Die Bilder der verzweifelten Annika Schleu und ihres Pferdes sind noch immer präsent - doch Isabell Werth hält Pferdesport weiter für richtig. Stattdessen kritisiert die Olympiasiegerin den Modernen Fünfkampf. Dessen Regelwerk sei anders als das von Springen und Dressur "nicht mehr zeitgemäß".

Reitsport-Legende Isabell Werth hat sich gegen Vorwürfe der Tierquälerei in ihrer Sportart gewehrt. "Ich vertrete die Meinung, dass ein Pferd sehr wohl als Reitpferd als auch im Sport genutzt werden darf. Allerdings sind die Pferde dann Partner des Reiters und somit kein Sportgerät", sagte die siebenmalige Dressur-Olympiasiegerin dem "Spiegel".

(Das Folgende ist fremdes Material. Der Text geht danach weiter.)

package fieldwright.field;

import fieldwright.field.closed.ClosedForm;
import fieldwright.field.closed.EndlessCylinder;
import fieldwright.field.closed.EndlessLine;
import fieldwright.field.closed.EndlessPlane;
import fieldwright.field.closed.EndlessTube;
import fieldwright.field.closed.HalfEndlessLine;
import fieldwright.field.closed.Slab;
import fieldwright.field.closed.Strip;
import fieldwright.geometry.Frame;
import java.util.List;

/**
 * One body of a source: its patches, from number {@code first} on among all, and the closed forms whose sum is its field (an annulus: a
 * disc less a disc), none when there are none or none are wanted. The patches take over at places where the forms say too little.
 */
record SpreadBody(List<Placed> forms, int first, List<Patch> patches) {
    /** A closed form and where its frame stands. */
    record Placed(ClosedForm form, Frame frame) {
        boolean isEndless() {
            return form instanceof EndlessLine || form instanceof HalfEndlessLine || form instanceof Strip || form instanceof EndlessTube
                || form instanceof EndlessCylinder || form instanceof EndlessPlane || form instanceof Slab;
        }

        /** Whether the form changes along one of its own axes, so that the rounding of the place along it counts. */
        boolean changesAlong(int axis) {
            if (form instanceof EndlessLine || form instanceof EndlessTube || form instanceof EndlessCylinder) {
                return axis != 2;
            }
            return form instanceof Strip ? axis != 1 : !(form instanceof EndlessPlane || form instanceof Slab) || axis == 2;
        }
    }

    boolean isEndless() {
        return forms.stream().anyMatch(Placed::isEndless);
    }
}
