package fieldwright.field;

import fieldwright.formula.Polynomial;

/**
 * A flat charged surface, or a flat face of a charged volume, seen from a place off its plane. The density is a polynomial, so along
 * rays in the plane from the foot of the place the integrals of t^k/(t² + h²)^{3/2} and t^k/(t² + h²)^{1/2} are closed, and what is
 * left of the surface integral runs once round its edge.
 */
final class FlatFace {
    /** Unit normal and two unit vectors in the plane, right-handed. */
    final double[] normal;
    final double[] e1;
    final double[] e2;
    /** Plane over place along the normal, m. */
    final double height;
    final int degree;
    /** Density in the plane about the foot: coefficient of u^(m−j) v^j at m(m+1)/2 + j; for field and for potential. */
    final double[] forField;
    final double[] forPotential;
    /** A length of the size of the face, m. */
    private final double size;

    final boolean isSurface;

    private FlatFace(boolean isSurface, double[] normal, double height, int degree, double[] forField, double[] forPotential, double[][] plane, double size) {
        this.isSurface = isSurface;
        this.size = size;
        this.normal = normal;
        e1 = plane[0];
        e2 = plane[1];
        this.height = height;
        this.degree = degree;
        this.forField = forField;
        this.forPotential = forPotential;
    }

    /** Of a charged surface; {@code height} is the plane's over the place, along {@code normal}. */
    static FlatFace surface(Polynomial density, double[] place, double[] normal, double height, double size) {
        double[] about = new double[Polynomial.count(density.degree())];
        density.about(place, about);
        double[][] plane = plane(normal);
        double[] q = inPlane(about, density.degree(), normal, plane, height);
        return new FlatFace(true, normal, height, density.degree(), q, q, plane, size);
    }

    /**
     * Of a charged volume, {@code normal} outward: with the integral along rays from the place done first,
     * E = −∮ dA (n·d) d/|d|³ ∫₀¹ ρ(place + t d) dt and V = ∮ dA (n·d)/|d| ∫₀¹ ρ t dt.
     */
    static FlatFace ofVolume(Polynomial density, double[] place, double[] normal, double height, double size) {
        int degree = density.degree();
        double[] about = new double[Polynomial.count(degree)];
        double[][] plane = plane(normal);
        double[][] q = new double[2][];
        for (int t = 0; t < 2; t++) {
            density.about(place, about);
            for (int m = 0; m <= degree; m++) {
                for (int n = m == 0 ? 0 : Polynomial.count(m - 1); n < Polynomial.count(m); n++) {
                    about[n] *= height / (m + 1 + t);
                }
            }
            q[t] = inPlane(about, degree, normal, plane, height);
        }
        return new FlatFace(false, normal, height, degree, q[0], q[1], plane, size);
    }

    private static double[][] plane(double[] n) {
        for (int a = 0; a < 3; a++) {
            if (Math.abs(n[a]) == 1) {
                double[] e1 = new double[3];
                double[] e2 = new double[3];
                e1[(a + 1) % 3] = 1;
                e2[(a + 2) % 3] = n[a];
                return new double[][] {e1, e2};
            }
        }
        int least = Math.abs(n[0]) <= Math.abs(n[1]) && Math.abs(n[0]) <= Math.abs(n[2]) ? 0 : Math.abs(n[1]) <= Math.abs(n[2]) ? 1 : 2;
        double[] axis = new double[3];
        axis[least] = 1;
        double[] e1 = cross(axis, n);
        double size = Math.sqrt(e1[0] * e1[0] + e1[1] * e1[1] + e1[2] * e1[2]);
        for (int a = 0; a < 3; a++) {
            e1[a] /= size;
        }
        return new double[][] {e1, cross(n, e1)};
    }

    private static double[] cross(double[] a, double[] b) {
        return new double[] {a[1] * b[2] - a[2] * b[1], a[2] * b[0] - a[0] * b[2], a[0] * b[1] - a[1] * b[0]};
    }

    /** A polynomial in d, on the plane d = h n + u e1 + v e2, by its homogeneous parts in u and v. */
    private static double[] inPlane(double[] c, int degree, double[] n, double[][] plane, double h) {
        int size = (degree + 1) * (degree + 2) / 2;
        double[] out = new double[size];
        for (int a = 0; a < 3; a++) {
            if (Math.abs(n[a]) == 1) {
                acrossAxis(c, degree, a, n[a], h, out);
                return out;
            }
        }
        double[][][] powers = new double[3][degree + 1][];
        for (int a = 0; a < 3; a++) {
            powers[a][0] = new double[] {1};
            for (int p = 1; p <= degree; p++) {
                powers[a][p] = times(powers[a][p - 1], p - 1, new double[] {h * n[a], plane[0][a], plane[1][a]}, 1);
            }
        }
        for (int i = 0; i <= degree; i++) {
            for (int j = 0; i + j <= degree; j++) {
                double[] xy = null;
                for (int k = 0; i + j + k <= degree; k++) {
                    double f = c[Polynomial.index(i, j, k)];
                    if (f == 0) {
                        continue;
                    }
                    xy = xy == null ? times(powers[0][i], i, powers[1][j], j) : xy;
                    double[] all = k == 0 ? xy : times(xy, i + j, powers[2][k], k);
                    for (int m = 0; m < all.length; m++) {
                        out[m] += f * all[m];
                    }
                }
            }
        }
        return out;
    }

    /** As above for a plane across axis a: u is the next coordinate, v the one after it, turned with the normal. */
    private static void acrossAxis(double[] c, int degree, int a, double sign, double h, double[] out) {
        int[] e = new int[3];
        for (int i = 0; i <= degree; i++) {
            for (int j = 0; i + j <= degree; j++) {
                e[(a + 1) % 3] = i;
                e[(a + 2) % 3] = j;
                double sum = 0;
                for (int k = degree - i - j; k >= 0; k--) {
                    e[a] = k;
                    sum = sum * (h * sign) + c[Polynomial.index(e[0], e[1], e[2])];
                }
                out[(i + j) * (i + j + 1) / 2 + j] = j % 2 == 0 ? sum : sum * sign;
            }
        }
    }

    /** Product of two polynomials in u and v, of given total degrees. */
    private static double[] times(double[] a, int p, double[] b, int q) {
        double[] out = new double[(p + q + 1) * (p + q + 2) / 2];
        for (int m = 0; m <= p; m++) {
            for (int j = 0; j <= m; j++) {
                double f = a[m * (m + 1) / 2 + j];
                if (f == 0) {
                    continue;
                }
                for (int k = 0; k <= q; k++) {
                    for (int l = 0; l <= k; l++) {
                        out[(m + k) * (m + k + 1) / 2 + j + l] += f * b[k * (k + 1) / 2 + l];
                    }
                }
            }
        }
        return out;
    }

    /** {@link #radial(double, int, double[], double[])} at R; in the plane itself the finite part, which is all that counts off the edge. */
    void radial(double r, double[] a, double[] b) {
        int top = degree + 2;
        if (height != 0) {
            radial(r / Math.abs(height), top, a, b);
            return;
        }
        for (int k = 1; k <= top; k++) {
            b[k] = 1.0 / k;
        }
        if (a != null) {
            a[1] = 0;
            a[2] = r > 0 ? Math.log(r / size) : 0;
            for (int k = 3; k <= top; k++) {
                a[k] = 1.0 / (k - 2);
            }
        }
    }

    /**
     * Radial integrals over R from the foot, for x = R/|h|: {@code a[k]} = A_k/R^{k−2} with A_k = ∫₀ᴿ t^k (t² + h²)^{−3/2} dt,
     * k = 1 … top, or {@code b[k]} = B_k/R^k with B_k = ∫₀ᴿ t^k (t² + h²)^{−1/2} dt, k = 0 … top. Recurrences upward where x is
     * large enough, the binomial series below.
     */
    static void radial(double x, int top, double[] a, double[] b) {
        double square = x * x;
        if (x < (top > 5 ? 0.7 : 0.35)) {
            series(x, square, top, a, b);
            return;
        }
        double root = Math.sqrt(square + 1);
        double inverse = 1 / square;
        double slope = root / x;
        b[0] = Math.log(x + root);
        b[1] = x / (root + 1);
        for (int k = 2; k <= top; k++) {
            b[k] = (slope - (k - 1) * inverse * b[k - 2]) / k;
        }
        if (a != null) {
            a[1] = x * square / (root * (root + 1));
            a[2] = b[0] - x / root;
            for (int k = 3; k <= top; k++) {
                a[k] = b[k - 2] - inverse * a[k - 2];
            }
        }
    }

    private static void series(double x, double square, int top, double[] a, double[] b) {
        for (int k = 0; k <= top; k++) {
            double term = x;
            double sum = 0;
            for (int j = 0; j < 80; j++) {
                sum += term / (k + 1 + 2 * j);
                if (Math.abs(term) < 1e-18 * x) {
                    break;
                }
                term *= -(j + 0.5) / (j + 1) * square;
            }
            b[k] = sum;
            if (a != null && k > 0) {
                term = x * square;
                sum = 0;
                for (int j = 0; j < 80; j++) {
                    sum += term / (k + 1 + 2 * j);
                    if (Math.abs(term) < 1e-18 * x * square) {
                        break;
                    }
                    term *= -(j + 1.5) / (j + 1) * square;
                }
                a[k] = sum;
            }
        }
    }
}
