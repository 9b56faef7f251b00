package fieldwright.field;

import fieldwright.charge.Surroundings;
import fieldwright.quantity.Place;

/**
 * A uniform field E₀ applied from far away. V = −E₀·p counted from the origin (in free space or a medium its zero must be named),
 * from the ground plane, or from the plane through the centre of the sphere, which adds its dipole:
 * E₀·n (a³/r² ) to the potential, (a/r)³(3 n(E₀·n) − E₀) to the field (Jackson, Classical Electrodynamics, 3rd ed., 2.5).
 */
final class Applied {
    private Applied() {
    }

    static Question question(Surroundings.Applied applied, Place place) {
        Question q = Images.question(applied.around(), place);
        double[] e = {applied.ex(), applied.ey(), applied.ez()};
        double[] p = Images.coordinates(place);
        if (q.here().isConductor()) {
            return q;
        }
        View here;
        if (applied.around() instanceof Surroundings.GroundPlane plane) {
            int k = "xyz".indexOf(plane.axis());
            here = q.here().plus(e, -e[k] * (p[k] - plane.offset()));
        } else if (applied.around() instanceof Surroundings.ConductingSphere s) {
            here = besideSphere(q, e, new double[] {p[0] - s.x(), p[1] - s.y(), p[2] - s.z()}, s.radius());
        } else {
            here = q.here().plus(e, -dot(e, p));
        }
        return new Question(here, q.permittivity(), q.side(), q.behind(), q.permittivityBehind());
    }

    private static View besideSphere(Question q, double[] e, double[] p, double a) {
        double r = Math.sqrt(dot(p, p));
        double ratio = q.side() == null ? a / r : 1;
        double cube = ratio * ratio * ratio;
        double along = dot(e, p) / r;
        double[] field = new double[3];
        for (int k = 0; k < 3; k++) {
            field[k] = e[k] + cube * (3 * along * p[k] / r - e[k]);
        }
        return q.here().plus(field, -along * r * (1 - cube));
    }

    private static double dot(double[] a, double[] b) {
        return a[0] * b[0] + a[1] * b[1] + a[2] * b[2];
    }
}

Den Reitsport hält Werth weiterhin für ethisch vertretbar. "Bei aller Wertschätzung und Liebe für die Tiere steht das Wohl des Menschen an oberster Stelle. Und es liegt in der Verantwortung des Menschen, mit den Tieren artgerecht umzugehen. Hier hat sich die Wertediskussion und auch die Wahrnehmung in den vergangenen Jahren deutlich verändert", sagte sie.

Der Eklat um die Fünfkämpferin Annika Schleu bei den Olympischen Spielen in Tokio hatte auch eine generelle Debatte um den Reitsport ausgelöst. Diese lehnt Werth jedoch ab und kritisiert stattdessen, das Regelwerk des Fünfkampfs sei "nicht mehr zeitgemäß", so die 52-Jährige. "Dort werden den Athleten kurz vor dem Ritt unbekannte Pferde zugelost. Ich spreche bewusst nicht von Tierquälerei, aber dass diese Regelung weder im Sinne des Pferdes noch des Reiters ist, hat sich einmal mehr gezeigt."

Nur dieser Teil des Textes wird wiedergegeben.